I've looked into quite a few CWMUs for moose. I just cant do it....

I studied Florence creek because my 17 points gave a 50/50 chance at a tag..
Still, again, I just cant do it...

I'll come right out and say it, I'm putting in for S Slope Yellowstone with my 17 BPs.
And even that's risky with the smaller moose that have been harvested there the
past few years...BUT heck, if I draw, I'll have a month to hunt, on public ground


----------



## 35whelen (Jul 3, 2012)

good luck goofy. i only have two points and it gives a 1-in-3 chance. it's a tough call because i'm a decade or more before i have any real chance at public land. 
i should have been buying points the 7 years i lived out of state.


----------



## treedagain (Nov 21, 2009)

sorry but you miss read the odds, it is more like 1 in 27...


----------



## goofy elk (Dec 16, 2007)

treedagain said:


> sorry but you miss read the odds, it is more like 1 in 27...


Worse than that!

The 1 bonus permit will go to someone with 17 or more points.

Leaving 80 plus applicants going after 2 permits.

A slight edge to those with 8 + points, having a chance at a better 
number in the draw, But 1 out of 40 at best for lower point holders..


----------



## 35whelen (Jul 3, 2012)

I thought 1-in-3 was ridiculously good. Oh well. Didn't expect to realistically draw a moose tag for at least another 15 years. Will probably have the money to shoot one in Canada long before I have the bonus points to draw a Utah tag


----------



## gdog (Sep 13, 2007)

Two points....I'd buckle up cuz your probably a bit more then 15 years to draw tag by points.
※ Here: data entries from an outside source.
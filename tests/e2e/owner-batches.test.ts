import fs from 'node:fs'
import { afterAll, beforeAll, describe, expect, it } from 'vitest'
import type { Browser } from 'playwright-core'
import { axeViolations, launch, newPage, screenshot, signIn } from './browser'

let browser: Browser
beforeAll(async () => {
  browser = await launch()
})
afterAll(async () => {
  await browser?.close()
})

// The batch the owner records here; the packer's write-off then works on it, so no other flow's
// demo stock changes.
let recorded: { lotCode: string; readyDate: string } | null = null

describe('pouring and curing', () => {
  it('the owner records a batch through the form and finds it on the curing screen with its ready date', async () => {
    const { page, context } = await newPage(browser)
    await signIn(page, 'owner')
    await page.getByRole('link', { name: 'Batches' }).click()
    await page.waitForURL(/\/studio\/batches$/)
    await page.getByRole('heading', { level: 2, name: /Curing/ }).waitFor()
    await page.waitForLoadState('networkidle')
    expect(await axeViolations(page)).toEqual([])
    await screenshot(page, 'batches-owner')

    await page.getByRole('link', { name: 'Record a batch' }).first().click()
    await page.waitForURL(/\/studio\/batches\/new$/)
    // The page is its own chunk: wait for it, not for the address bar.
    await page.getByRole('heading', { level: 1, name: 'Record a batch' }).waitFor()
    await page.getByLabel('Product').selectOption({ label: 'Rose Clay Glow (RSC)' })
    // The oil weight defaults to the recipe's mould; the lots are suggested oldest first.
    await expect.poll(() => page.getByLabel('Oil weight (g)').inputValue(), { timeout: 10_000 }).toBe('1100')
    const cocoa = page.getByLabel(/^Cocoa butter from NSS-CB-1010/)
    await expect.poll(() => cocoa.inputValue(), { timeout: 10_000 }).toBe('220')
    await expect.poll(() => page.getByLabel('Bars cut').inputValue(), { timeout: 10_000 }).toBe('12')
    await expect.poll(() => page.getByLabel('Bars kept back').inputValue(), { timeout: 10_000 }).toBe('2')
    const lotCode = (await page.getByTestId('lot-code-preview').textContent())!.trim()
    const readyDate = (await page.getByTestId('ready-date-preview').textContent())!.trim()
    expect(lotCode).toMatch(/^\d{6}-RSC-\d{2}$/)
    await page.getByText(/Danger \(GHS05\)/).waitFor()

    // One bar more came out of the mould than the suggestion: the cut is what the owner says.
    await page.getByLabel('Bars cut').fill('13')
    await page.getByLabel('Location', { exact: false }).fill('Curing rack E2E')
    await page.waitForLoadState('networkidle')
    expect(await axeViolations(page)).toEqual([])
    await screenshot(page, 'batch-new-owner')
    await page.getByRole('button', { name: 'Record the batch' }).click()

    await page.waitForURL(/\/studio\/batches\/\d+$/)
    await page.getByRole('heading', { level: 1, name: lotCode }).waitFor()
    await page.getByText(`Batch ${lotCode} recorded: 11 bars, ready on ${readyDate}.`).waitFor()
    await page.getByRole('cell', { name: 'NSS-CB-1010' }).waitFor()
    await screenshot(page, 'batch-owner')

    await page.getByRole('link', { name: 'All batches' }).click()
    await page.waitForURL(/\/studio\/batches$/)
    const card = page
      .getByRole('region', { name: /^Curing/ })
      .getByRole('listitem')
      .filter({ hasText: lotCode })
    await card.waitFor()
    expect(await card.textContent()).toContain(`Ready ${readyDate}`)
    expect(await card.textContent()).toContain('28 days left')
    recorded = { lotCode, readyDate }
    await context.close()
  })

  it('a packer writes off 2 bars with a reason, and sees no costs', async () => {
    expect(recorded).not.toBeNull()
    const { lotCode } = recorded!
    const { page, context } = await newPage(browser)
    await signIn(page, 'packer')
    await page.getByRole('link', { name: 'Stock' }).click()
    await page.waitForURL(/\/packing\/stock$/)
    const card = page
      .getByRole('region', { name: /^Curing/ })
      .getByRole('listitem')
      .filter({ hasText: lotCode })
    await card.waitFor()
    expect(await page.getByText(/cost/i).count()).toBe(0)
    await page.waitForLoadState('networkidle')
    expect(await axeViolations(page)).toEqual([])
    await screenshot(page, 'stock-packer')

    await page.getByRole('button', { name: `Write off or correct ${lotCode}` }).click()
    const dialog = page.getByRole('dialog', { name: `Write off or correct ${lotCode}` })
    await dialog.waitFor()
    await dialog.getByLabel('Reason').selectOption({ label: 'Damaged' })
    // Asking for more than the batch holds is refused, beside the field.
    await dialog.getByLabel('Bars to write off').fill('40')
    await dialog.getByRole('button', { name: 'Write off' }).click()
    await dialog
      .getByText(/Only 11 free bars are in this batch; writing off 40 would leave -29/)
      .first()
      .waitFor()
    await dialog.getByLabel('Bars to write off').fill('2')
    await dialog.getByLabel('Note').fill('Corner chipped when unmoulding')
    await screenshot(page, 'stock-write-off-dialog')
    await dialog.getByRole('button', { name: 'Write off' }).click()
    await page.getByText(`2 bars of ${lotCode} written off. 9 bars left free.`).waitFor()
    await expect.poll(() => card.textContent(), { timeout: 10_000 }).toContain('9 bars free')

    await card.getByRole('link', { name: lotCode }).click()
    await page.waitForURL(/\/packing\/stock\/\d+$/)
    const row = page.getByRole('row').filter({ hasText: 'Written off' })
    await row.waitFor()
    expect(await row.textContent()).toMatch(/−2.*Damaged.*Corner chipped when unmoulding.*Teo Lindqvist/)
    expect(await page.getByText(/cost/i).count()).toBe(0)
    await screenshot(page, 'batch-packer')
    await context.close()
  })

  it('the owner traces an ingredient lot to its batches and downloads the CSV', async () => {
    const { page, context } = await newPage(browser)
    await signIn(page, 'owner')
    await page.getByRole('link', { name: 'Trace a lot' }).click()
    await page.waitForURL(/\/studio\/trace$/)
    const picker = page.getByLabel('Ingredient lot')
    await expect.poll(() => picker.locator('option').count(), { timeout: 10_000 }).toBeGreaterThan(1)
    const value = await picker.locator('optgroup[label="Rose clay"] option').first().getAttribute('value')
    await picker.selectOption(value!)
    await page.getByRole('heading', { name: /Rose clay, NSS-RC-140/ }).waitFor()
    if (recorded) await page.getByRole('link', { name: recorded!.lotCode }).waitFor()
    await page.waitForLoadState('networkidle')
    expect(await axeViolations(page)).toEqual([])
    await screenshot(page, 'trace-owner')
    const [download] = await Promise.all([
      page.waitForEvent('download'),
      page.getByRole('link', { name: 'Download CSV' }).click(),
    ])
    expect(download.suggestedFilename()).toMatch(/^trace-lot-\d+-NSS-RC-140\.csv$/)
    const text = fs.readFileSync(await download.path(), 'utf8')
    expect(text.split('\r\n')[0]).toBe(
      'lot,ingredient,supplier lot code,batch lot code,pour date,product SKU,shop,order number,bars,ship date',
    )
    if (recorded) expect(text).toContain(`,Rose clay,NSS-RC-140,${recorded.lotCode},`)
    await context.close()
  })

  it('works on a phone-sized screen', async () => {
    const { page, context } = await newPage(browser, { width: 360, height: 740 })
    await signIn(page, 'packer')
    await page.goto('/packing/stock')
    await page.getByRole('heading', { level: 1, name: 'Stock' }).waitFor()
    await page.waitForLoadState('networkidle')
    await screenshot(page, 'stock-packer-phone')
    const overflow = await page.evaluate(
      () => document.documentElement.scrollWidth - document.documentElement.clientWidth,
    )
    expect(overflow).toBeLessThanOrEqual(0)
    await context.close()
  })
})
Hopefully you'll get lucky and get one out of the hat.


----------



## 35whelen (Jul 3, 2012)

One day maybe. I'll just keep applying while saving for an Alberta hunt.


----------



## NoShot (Nov 23, 2007)

35Wheelin,

I hunted the WF for Moose several years ago. While I did kill my Moose and had a good hunt, there were a couple things that bothered me.

One, After drawing the permit, and talking Steve a week or so after, I never could get ahold of him or him to call me back to confirm the dates of the hunt, or to confirm a few other details I had questions about. So on the day he told me(5 months before) I showed up at the lodge.
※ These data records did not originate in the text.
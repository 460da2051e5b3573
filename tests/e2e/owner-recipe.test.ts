import fs from 'node:fs'
import path from 'node:path'
import { PDFParse } from 'pdf-parse'
import type { Browser, Page } from 'playwright-core'
import { afterAll, beforeAll, describe, expect, it } from 'vitest'
import { axeViolations, launch, newPage, screenshot, signIn } from './browser'

let browser: Browser
beforeAll(async () => {
  browser = await launch()
})
afterAll(async () => {
  await browser?.close()
})

// The machine may be busy: give the page time to answer.
const poll = <T>(fn: () => T | Promise<T>) => expect.poll(fn, { timeout: 15_000, interval: 100 })

const visible = (page: Page, text: string | RegExp) => () => page.getByText(text).first().isVisible()

describe('the owner builds a recipe and prints its batch sheet', () => {
  it('lists the recipes with their cost per bar', async () => {
    const { page, context } = await newPage(browser)
    await signIn(page, 'owner')
    await page.getByRole('link', { name: 'Recipes' }).click()
    await page.waitForURL(/\/studio\/recipes$/)
    await poll(() => page.getByRole('heading', { level: 1, name: 'Recipes' }).isVisible()).toBe(true)
    await poll(() => page.getByRole('link', { name: 'Lavender classic' }).isVisible()).toBe(true)
    const row = page.getByRole('row', { name: /Lavender classic/ })
    await poll(async () => (await row.textContent()) ?? '').toMatch(/\$\d+\.\d\d/)
    expect(await axeViolations(page)).toEqual([])
    await screenshot(page, 'owner-recipes')
    await context.close()
  })

  it('sees the running sum, fixes it to 100, saves, opens the batch sheet and downloads the PDF', async () => {
    const name = `Garden mint ${Date.now().toString(36)}`
    const { page, context } = await newPage(browser)
    await signIn(page, 'owner')
    await page.waitForURL(/\/studio$/)
    await page.goto('/studio/recipes')
    await page.getByRole('link', { name: 'New recipe' }).click()
    await page.waitForURL(/\/studio\/recipes\/new$/)

    await page.getByLabel('Name').fill(name)
    await page.getByLabel('Oil 1', { exact: true }).selectOption({ label: 'Olive oil' })
    await page.getByLabel('Oil 1 share (%)').fill('60')
    await page.getByRole('button', { name: 'Add an oil' }).click()
    await page.getByLabel('Oil 2', { exact: true }).selectOption({ label: 'Coconut oil' })
    await page.getByLabel('Oil 2 share (%)').fill('30')
    await poll(visible(page, 'Oils add up to 90 % — 10 % to go')).toBe(true)
    const save = page.getByRole('button', { name: 'Save recipe' })
    expect(await save.isDisabled()).toBe(true)

    // A fragrance over its certificate's limit is flagged as it is typed (peppermint: 3 %).
    await page.getByRole('button', { name: 'Add a fragrance' }).click()
    await page.getByLabel('Fragrance 1', { exact: true }).selectOption({ label: 'Peppermint essential oil' })
    await page.getByLabel('Fragrance 1 (% of oils)').fill('4')
    await poll(visible(page, /Over the maximum usage/)).toBe(true)
    await page.getByLabel('Fragrance 1 (% of oils)').fill('2.5')
    await poll(visible(page, /Over the maximum usage/)).toBe(false)

    await page.getByRole('button', { name: 'Add packaging' }).click()
    await page.getByLabel('Packaging 1', { exact: true }).selectOption({ label: 'Kraft bar box' })
    await page.getByLabel('Oil weight for one mould (g)').fill('1000')
    await page.getByLabel('Cut bar weight (g)').fill('120')
    await page.getByLabel('Bars per mould').fill('11')
    await screenshot(page, 'owner-recipe-form-sum-short')

    await page.getByLabel('Oil 2 share (%)').fill('40')
    await poll(visible(page, 'Oils add up to 100 % ✓')).toBe(true)
    expect(await save.isEnabled()).toBe(true)
    await save.click()

    await page.waitForURL(/\/studio\/recipes\/\d+$/)
    await poll(() => page.getByRole('heading', { level: 1, name }).isVisible()).toBe(true)
    const recipeId = Number(new URL(page.url()).pathname.split('/').pop())

    // The batch sheet: every line in g and oz, the lye, and the cautions.
    await expect
      .poll(() => page.getByRole('tab', { name: 'Batch sheet', selected: true }).isVisible())
      .toBe(true)
    const table = page.getByRole('table', { name: 'What to weigh for this batch' })
    await poll(async () => (await table.textContent()) ?? '').toContain('Sodium hydroxide')
    expect(await table.textContent()).toContain('600.0 g')
    expect(await table.textContent()).toContain('Peppermint essential oil')
    await poll(visible(page, 'Causes severe skin burns and eye damage.')).toBe(true)
    expect(await page.getByText('Always add lye to water, never water to lye.').isVisible()).toBe(true)
    expect(await page.getByText(/studio's own safety assessment/).isVisible()).toBe(true)
    await page.waitForLoadState('networkidle')
    expect(await axeViolations(page)).toEqual([])
    await screenshot(page, 'owner-recipe-batch-sheet')

    // Sized for a number of bars.
    await page.getByLabel('Number of bars').check()
    await page.getByLabel('Bars to cut').fill('22')
    await page.getByRole('button', { name: 'Show sheet' }).click()
    await expect
      .poll(async () => (await page.getByText('Bars expected').locator('..').textContent()) ?? '')
      .toContain('22')

    const [download] = await Promise.all([
      page.waitForEvent('download'),
      page.getByRole('link', { name: 'Download PDF' }).click(),
    ])
    const file = await download.path()
    const pdf = fs.readFileSync(file)
    expect(pdf.subarray(0, 5).toString()).toBe('%PDF-')
    const parser = new PDFParse({ data: new Uint8Array(pdf) })
    const { text } = await parser.getText()
    await parser.destroy()
    expect(text).toContain(`Batch sheet: ${name}`)
    expect(text).toContain('Sized for 22 bars')
    expect(text).toContain('H314')
    fs.mkdirSync(path.resolve('test-results', 'pdf'), { recursive: true })
    fs.writeFileSync(path.resolve('test-results', 'pdf', 'owner-recipe-download.pdf'), pdf)

    // The cost sheet, with a what-if on the olive oil price.
    await page.getByRole('tab', { name: 'Cost sheet' }).click()
    await poll(visible(page, 'Cost per sellable bar')).toBe(true)
    await expect
      .poll(() => page.getByRole('img', { name: /Where the batch cost goes/ }).isVisible())
      .toBe(true)
    await page.getByLabel('What if this ingredient cost…').selectOption({ label: 'Olive oil' })
    await page.getByLabel('Price per kg').fill('20')
    await page.getByRole('button', { name: 'Work it out' }).click()
    await poll(visible(page, /What-if: Olive oil at \$20\.00\/kg/)).toBe(true)
    await poll(() => page.getByRole('row', { name: /Olive oil.*What-if/ }).isVisible()).toBe(true)
    expect(await axeViolations(page)).toEqual([])
    await screenshot(page, 'owner-recipe-cost-sheet')

    // Editing starts from the saved recipe and saves it back unchanged.
    await page.getByRole('link', { name: 'Edit recipe' }).click()
    await page.waitForURL(/\/edit$/)
    await poll(() => page.getByLabel('Oil 1', { exact: true }).isVisible()).toBe(true)
    expect(await page.getByLabel('Oil 1', { exact: true }).locator('option:checked').textContent()).toBe(
      'Olive oil',
    )
    expect(await page.getByLabel('Oil 2 share (%)').inputValue()).toBe('40')
    expect(await page.getByLabel('Lye', { exact: true }).locator('option:checked').textContent()).toBe(
      'Sodium hydroxide (99 %)',
    )
    expect(await page.getByLabel('Fragrance 1 (% of oils)').inputValue()).toBe('2.5')
    await page.getByRole('button', { name: 'Save recipe' }).click()
    await page.waitForURL(/\/studio\/recipes\/\d+$/)
    await poll(visible(page, `${name} is updated.`)).toBe(true)

    // It is on the list now.
    await page.goto('/studio/recipes')
    await poll(() => page.getByRole('link', { name }).isVisible()).toBe(true)
    expect(recipeId).toBeGreaterThan(0)
    await context.close()
  })

  it('works at a phone width', async () => {
    const { page, context } = await newPage(browser, { width: 360, height: 780 })
    await signIn(page, 'owner')
    await page.waitForURL(/\/studio$/)
    await page.goto('/studio/recipes/new')
    await expect
      .poll(() => page.getByRole('heading', { level: 1, name: 'New recipe' }).isVisible())
      .toBe(true)
    await page.getByLabel('Oil 1', { exact: true }).selectOption({ label: 'Olive oil' })
    await page.getByLabel('Oil 1 share (%)').fill('100')
    await poll(visible(page, 'Oils add up to 100 % ✓')).toBe(true)
    const width = await page.evaluate(() => document.documentElement.scrollWidth)
    expect(width).toBeLessThanOrEqual(360)
    await screenshot(page, 'owner-recipe-form-phone')
    await context.close()
  })
})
Two, when following him(in vehicles) around the property the next morning, there were several areas/locked gates I didn't get access to. Also he had us camp, several miles from the area I hunted. which was fine, but somewhat interesting.. I killed my bull the first afternoon, a decent bull, but I did see a MUCH LARGER bull after the fact. In total during the time there, I saw 5 bulls and 7/8 cows.

I think the rating it gets is about right, but this was 10 years ago too.


----------



## 35whelen (Jul 3, 2012)

I may as well put in. same as buying a point I guess. that doesnt sound like an ideal once in a lifetime moose hunt though. At least you filled your tag and saw a good number of bulls. thanks for all the input. next time I will learn to read the odds better so i wont get a false glimmer of hope.


----------



## Kingfisher (Jul 25, 2008)

i and my son had a late cow tag for that once. its across from the yellow creek gas plant up chalk creek. has one access road. didnt see any moose there. would not put in for a cow there again even tho we did take 2. most of the time you are waiting for elk to move in and you have to be timed right so you get there before pressure moves them out again. we did not have access to the full property i dont think cause the area we were in was much smaller than 39,000 acres. personally i would not put in for a moose tag without a lot more information.


----------



## Kingfisher (Jul 25, 2008)

to make clear, we put in originally becasue of the name... weber florecne creek assuming it was on the weber river likley thousand peaks...not so, up chalk creek over the hill, just a ridge or two short of I80 freeway.


----------



## 35whelen (Jul 3, 2012)

thanks kingfisher. That's why I'm so torn on these cmwus. they have great odds, but they are all so screwy.


----------



## cwnhtr (Nov 29, 2012)

I killed my moose on that unit, if you really want some info on it shoot me a pm.


----------



## 35whelen (Jul 3, 2012)

pm sent cwnhtr


----------